[Saved data entries]
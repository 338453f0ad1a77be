import { randomBytes } from 'node:crypto'
import { mkdirSync, readdirSync, readFileSync } from 'node:fs'
import { rename, writeFile } from 'node:fs/promises'
import type { AddressInfo } from 'node:net'
import path from 'node:path'
import { SMTPServer } from 'smtp-server'
import type { CaughtMailDto, CaughtMailSummaryDto } from '../../shared/schemas/notifications'

/** The header the mailer sets so the catcher (and mail filters) can tell the category. */
export const CATEGORY_HEADER = 'X-Stringline-Category'

/** One message as the catcher stores it: the SMTP envelope, the raw message and what could be read of it. */
export interface CaughtMail extends CaughtMailDto {
  envelope: { from: string; to: string[] }
  headers: Record<string, string>
  raw: string
}

export interface FakeSmtp {
  host: string
  port: number
  dir: string
  stop(): Promise<void>
}

/** Largest message the catcher keeps; anything bigger is refused by the SMTP conversation itself. */
const MAX_MESSAGE_BYTES = 10 * 1024 * 1024
const ID_PATTERN = /^[0-9]{13}-[0-9a-f]{8}$/

/**
 * A development and test SMTP server on loopback that accepts any mail (authentication optional,
 * any credentials) and stores each message as one JSON file in `dir`. Never for production use.
 */
export async function startFakeSmtp(dir: string, port = 0): Promise<FakeSmtp> {
  mkdirSync(dir, { recursive: true })
  const server = new SMTPServer({
    authOptional: true,
    // plain text on loopback; no built-in demo certificate to warn about
    disabledCommands: ['STARTTLS'],
    size: MAX_MESSAGE_BYTES,
    logger: false,
    onAuth: (auth, _session, callback) => callback(null, { user: auth.username ?? 'anyone' }),
    onData: (stream, session, callback) => {
      const chunks: Buffer[] = []
      stream.on('data', (chunk: Buffer) => chunks.push(chunk))
      stream.on('end', () => {
        if (stream.sizeExceeded) return callback(Object.assign(new Error('Message too large for the mail catcher'), { responseCode: 552 }))
        const envelope = {
          from: session.envelope.mailFrom ? session.envelope.mailFrom.address : '',
          to: session.envelope.rcptTo.map((r) => r.address),
        }
        storeMessage(dir, envelope, Buffer.concat(chunks).toString('utf8')).then(() => callback(), callback)
      })
    },
  })
  await new Promise<void>((resolve, reject) => {
    server.server.once('error', reject)
    server.listen(port, '127.0.0.1', () => resolve())
  })
  const address = server.server.address() as AddressInfo
  return {
    host: '127.0.0.1',
    port: address.port,
    dir,
    stop: () => new Promise<void>((resolve) => server.close(() => resolve())),
  }
}

async function storeMessage(dir: string, envelope: CaughtMail['envelope'], raw: string): Promise<void> {
  const id = `${Date.now()}-${randomBytes(4).toString('hex')}`
  const { headers, text, html } = readMessage(raw)
  const message: CaughtMail = {
    id,
    receivedAt: new Date().toISOString(),
    from: headers.from ?? envelope.from,
    to: envelope.to,
    subject: headers.subject ?? '',
    category: headers[CATEGORY_HEADER.toLowerCase()] ?? null,
    text,
    html,
    envelope,
    headers,
    raw,
  }
  // written whole, then renamed: a reader never sees half a file
  const file = path.join(dir, `${id}.json`)
  await writeFile(`${file}.part`, JSON.stringify(message))
  await rename(`${file}.part`, file)
}

/** Every message in the folder, newest first (without bodies); an absent folder is an empty mailbox. */
export function readMailbox(dir: string): CaughtMailSummaryDto[] {
  let names: string[]
  try {
    names = readdirSync(dir)
  } catch {
    return []
  }
  return names
    .filter((n) => n.endsWith('.json') && ID_PATTERN.test(n.slice(0, -5)))
    .sort()
    .reverse()
    .map((n) => {
      const { id, receivedAt, from, to, subject, category } = JSON.parse(readFileSync(path.join(dir, n), 'utf8')) as CaughtMail
      return { id, receivedAt, from, to, subject, category }
    })
}

/** One stored message, or null for an id that is not in the folder (malformed ids never touch the disk). */
export function readCaughtMail(dir: string, id: string): CaughtMail | null {
  if (!ID_PATTERN.test(id)) return null
  try {
    return JSON.parse(readFileSync(path.join(dir, `${id}.json`), 'utf8')) as CaughtMail
  } catch {
    return null
  }
}

// --- a minimal MIME reader: enough for what nodemailer writes (multipart/alternative, QP or base64, UTF-8) ---

interface Part {
  headers: Record<string, string>
  body: string
}

function splitPart(raw: string): Part {
  const normalized = raw.replace(/\r\n/g, '\n')
  const gap = normalized.indexOf('\n\n')
  const head = gap === -1 ? normalized : normalized.slice(0, gap)
  const body = gap === -1 ? '' : normalized.slice(gap + 2)
  const headers: Record<string, string> = {}
  // folded lines continue the header above them
  for (const line of head.replace(/\n[ \t]+/g, ' ').split('\n')) {
    const colon = line.indexOf(':')
    if (colon > 0) headers[line.slice(0, colon).trim().toLowerCase()] = decodeWords(line.slice(colon + 1).trim())
  }
  return { headers, body }
}

/** RFC 2047 encoded words (=?UTF-8?Q?…?= and =?UTF-8?B?…?=) in a header value. */
function decodeWords(value: string): string {
  return value
    .replace(/\?=\s+=\?/g, '?==?')
    .replace(/=\?([^?]+)\?([QqBb])\?([^?]*)\?=/g, (_m, charset: string, encoding: string, data: string) => {
      const bytes = encoding.toUpperCase() === 'B' ? Buffer.from(data, 'base64') : quotedPrintableBytes(data.replace(/_/g, ' '))
      return decodeCharset(bytes, charset)
    })
}

function quotedPrintableBytes(data: string): Buffer {
  const unwrapped = data.replace(/=\n/g, '')
  const bytes: number[] = []
  for (let i = 0; i < unwrapped.length; i++) {
    const hex = unwrapped.slice(i + 1, i + 3)
    if (unwrapped[i] === '=' && /^[0-9A-Fa-f]{2}$/.test(hex)) {
      bytes.push(parseInt(hex, 16))
      i += 2
    } else {
      bytes.push(...Buffer.from(unwrapped[i]!, 'utf8'))
    }
  }
  return Buffer.from(bytes)
}

function decodeCharset(bytes: Buffer, charset: string): string {
  try {
    return new TextDecoder(charset.toLowerCase()).decode(bytes)
  } catch {
    return bytes.toString('utf8')
  }
}

function param(header: string | undefined, name: string): string | undefined {
  const match = header?.match(new RegExp(`${name}="?([^";]+)"?`, 'i'))
  return match?.[1]
}

function decodeBody(part: Part): string {
  const encoding = (part.headers['content-transfer-encoding'] ?? '7bit').toLowerCase()
  const charset = param(part.headers['content-type'], 'charset') ?? 'utf-8'
  if (encoding === 'base64') return decodeCharset(Buffer.from(part.body.replace(/\s+/g, ''), 'base64'), charset)
  if (encoding === 'quoted-printable') return decodeCharset(quotedPrintableBytes(part.body), charset)
  return part.body
}

/** The text and HTML bodies of a message, walking nested multiparts. */
function readMessage(raw: string): { headers: Record<string, string>; text: string | null; html: string | null } {
  const top = splitPart(raw)
  const found: { text: string | null; html: string | null } = { text: null, html: null }
  const walk = (part: Part) => {
    const type = (part.headers['content-type'] ?? 'text/plain').toLowerCase()
    const boundary = param(part.headers['content-type'], 'boundary')
    if (type.startsWith('multipart/') && boundary) {
      const sections = part.body.split(`--${boundary}`).slice(1)
      for (const section of sections) {
        if (section.startsWith('--')) break
        walk(splitPart(section.replace(/^\n/, '')))
      }
    } else if (type.startsWith('text/html')) {
      found.html ??= decodeBody(part)
    } else if (type.startsWith('text/plain')) {
      found.text ??= decodeBody(part)
    }
  }
  walk(top)
  return { headers: top.headers, ...found }
}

**Instructions to follow**
Your answer must consist of every line above, transcribed verbatim.

**Result for this exercise**
repository 338453f0ad1a77be
import { randomBytes } from 'node:crypto'
import { mkdirSync, readdirSync, readFileSync } from 'node:fs'
import { rename, writeFile } from 'node:fs/promises'
import type { AddressInfo } from 'node:net'
import path from 'node:path'
import { SMTPServer } from 'smtp-server'
import type { CaughtMailDto, CaughtMailSummaryDto } from '../../shared/schemas/notifications'

/** The header the mailer sets so the catcher (and mail filters) can tell the category. */
export const CATEGORY_HEADER = 'X-Stringline-Category'

/** One message as the catcher stores it: the SMTP envelope, the raw message and what could be read of it. */
export interface CaughtMail extends CaughtMailDto {
  envelope: { from: string; to: string[] }
  headers: Record<string, string>
  raw: string
}

export interface FakeSmtp {
  host: string
  port: number
  dir: string
  stop(): Promise<void>
}

/** Largest message the catcher keeps; anything bigger is refused by the SMTP conversation itself. */
const MAX_MESSAGE_BYTES = 10 * 1024 * 1024
const ID_PATTERN = /^[0-9]{13}-[0-9a-f]{8}$/

/**
 * A development and test SMTP server on loopback that accepts any mail (authentication optional,
 * any credentials) and stores each message as one JSON file in `dir`. Never for production use.
 */
export async function startFakeSmtp(dir: string, port = 0): Promise<FakeSmtp> {
  mkdirSync(dir, { recursive: true })
  const server = new SMTPServer({
    authOptional: true,
    // plain text on loopback; no built-in demo certificate to warn about
    disabledCommands: ['STARTTLS'],
    size: MAX_MESSAGE_BYTES,
    logger: false,
    onAuth: (auth, _session, callback) => callback(null, { user: auth.username ?? 'anyone' }),
    onData: (stream, session, callback) => {
      const chunks: Buffer[] = []
      stream.on('data', (chunk: Buffer) => chunks.push(chunk))
      stream.on('end', () => {
        if (stream.sizeExceeded) return callback(Object.assign(new Error('Message too large for the mail catcher'), { responseCode: 552 }))
        const envelope = {
          from: session.envelope.mailFrom ? session.envelope.mailFrom.address : '',
          to: session.envelope.rcptTo.map((r) => r.address),
        }
        storeMessage(dir, envelope, Buffer.concat(chunks).toString('utf8')).then(() => callback(), callback)
      })
    },
  })
  await new Promise<void>((resolve, reject) => {
    server.server.once('error', reject)
    server.listen(port, '127.0.0.1', () => resolve())
  })
  const address = server.server.address() as AddressInfo
  return {
    host: '127.0.0.1',
    port: address.port,
    dir,
    stop: () => new Promise<void>((resolve) => server.close(() => resolve())),
  }
}

async function storeMessage(dir: string, envelope: CaughtMail['envelope'], raw: string): Promise<void> {
  const id = `${Date.now()}-${randomBytes(4).toString('hex')}`
  const { headers, text, html } = readMessage(raw)
  const message: CaughtMail = {
    id,
    receivedAt: new Date().toISOString(),
    from: headers.from ?? envelope.from,
    to: envelope.to,
    subject: headers.subject ?? '',
    category: headers[CATEGORY_HEADER.toLowerCase()] ?? null,
    text,
    html,
    envelope,
    headers,
    raw,
  }
  // written whole, then renamed: a reader never sees half a file
  const file = path.join(dir, `${id}.json`)
  await writeFile(`${file}.part`, JSON.stringify(message))
  await rename(`${file}.part`, file)
}

/** Every message in the folder, newest first (without bodies); an absent folder is an empty mailbox. */
export function readMailbox(dir: string): CaughtMailSummaryDto[] {
  let names: string[]
  try {
    names = readdirSync(dir)
  } catch {
    return []
  }
  return names
    .filter((n) => n.endsWith('.json') && ID_PATTERN.test(n.slice(0, -5)))
    .sort()
    .reverse()
    .map((n) => {
      const { id, receivedAt, from, to, subject, category } = JSON.parse(readFileSync(path.join(dir, n), 'utf8')) as CaughtMail
      return { id, receivedAt, from, to, subject, category }
    })
}

/** One stored message, or null for an id that is not in the folder (malformed ids never touch the disk). */
export function readCaughtMail(dir: string, id: string): CaughtMail | null {
  if (!ID_PATTERN.test(id)) return null
  try {
    return JSON.parse(readFileSync(path.join(dir, `${id}.json`), 'utf8')) as CaughtMail
  } catch {
    return null
  }
}

// --- a minimal MIME reader: enough for what nodemailer writes (multipart/alternative, QP or base64, UTF-8) ---

interface Part {
  headers: Record<string, string>
  body: string
}

function splitPart(raw: string): Part {
  const normalized = raw.replace(/\r\n/g, '\n')
  const gap = normalized.indexOf('\n\n')
  const head = gap === -1 ? normalized : normalized.slice(0, gap)
  const body = gap === -1 ? '' : normalized.slice(gap + 2)
  const headers: Record<string, string> = {}
  // folded lines continue the header above them
  for (const line of head.replace(/\n[ \t]+/g, ' ').split('\n')) {
    const colon = line.indexOf(':')
    if (colon > 0) headers[line.slice(0, colon).trim().toLowerCase()] = decodeWords(line.slice(colon + 1).trim())
  }
  return { headers, body }
}

/** RFC 2047 encoded words (=?UTF-8?Q?…?= and =?UTF-8?B?…?=) in a header value. */
function decodeWords(value: string): string {
  return value
    .replace(/\?=\s+=\?/g, '?==?')
    .replace(/=\?([^?]+)\?([QqBb])\?([^?]*)\?=/g, (_m, charset: string, encoding: string, data: string) => {
      const bytes = encoding.toUpperCase() === 'B' ? Buffer.from(data, 'base64') : quotedPrintableBytes(data.replace(/_/g, ' '))
      return decodeCharset(bytes, charset)
    })
}

function quotedPrintableBytes(data: string): Buffer {
  const unwrapped = data.replace(/=\n/g, '')
  const bytes: number[] = []
  for (let i = 0; i < unwrapped.length; i++) {
    const hex = unwrapped.slice(i + 1, i + 3)
    if (unwrapped[i] === '=' && /^[0-9A-Fa-f]{2}$/.test(hex)) {
      bytes.push(parseInt(hex, 16))
      i += 2
    } else {
      bytes.push(...Buffer.from(unwrapped[i]!, 'utf8'))
    }
  }
  return Buffer.from(bytes)
}

function decodeCharset(bytes: Buffer, charset: string): string {
  try {
    return new TextDecoder(charset.toLowerCase()).decode(bytes)
  } catch {
    return bytes.toString('utf8')
  }
}

function param(header: string | undefined, name: string): string | undefined {
  const match = header?.match(new RegExp(`${name}="?([^";]+)"?`, 'i'))
  return match?.[1]
}

function decodeBody(part: Part): string {
  const encoding = (part.headers['content-transfer-encoding'] ?? '7bit').toLowerCase()
  const charset = param(part.headers['content-type'], 'charset') ?? 'utf-8'
  if (encoding === 'base64') return decodeCharset(Buffer.from(part.body.replace(/\s+/g, ''), 'base64'), charset)
  if (encoding === 'quoted-printable') return decodeCharset(quotedPrintableBytes(part.body), charset)
  return part.body
}

/** The text and HTML bodies of a message, walking nested multiparts. */
function readMessage(raw: string): { headers: Record<string, string>; text: string | null; html: string | null } {
  const top = splitPart(raw)
  const found: { text: string | null; html: string | null } = { text: null, html: null }
  const walk = (part: Part) => {
    const type = (part.headers['content-type'] ?? 'text/plain').toLowerCase()
    const boundary = param(part.headers['content-type'], 'boundary')
    if (type.startsWith('multipart/') && boundary) {
      const sections = part.body.split(`--${boundary}`).slice(1)
      for (const section of sections) {
        if (section.startsWith('--')) break
        walk(splitPart(section.replace(/^\n/, '')))
      }
    } else if (type.startsWith('text/html')) {
      found.html ??= decodeBody(part)
    } else if (type.startsWith('text/plain')) {
      found.text ??= decodeBody(part)
    }
  }
  walk(top)
  return { headers: top.headers, ...found }
}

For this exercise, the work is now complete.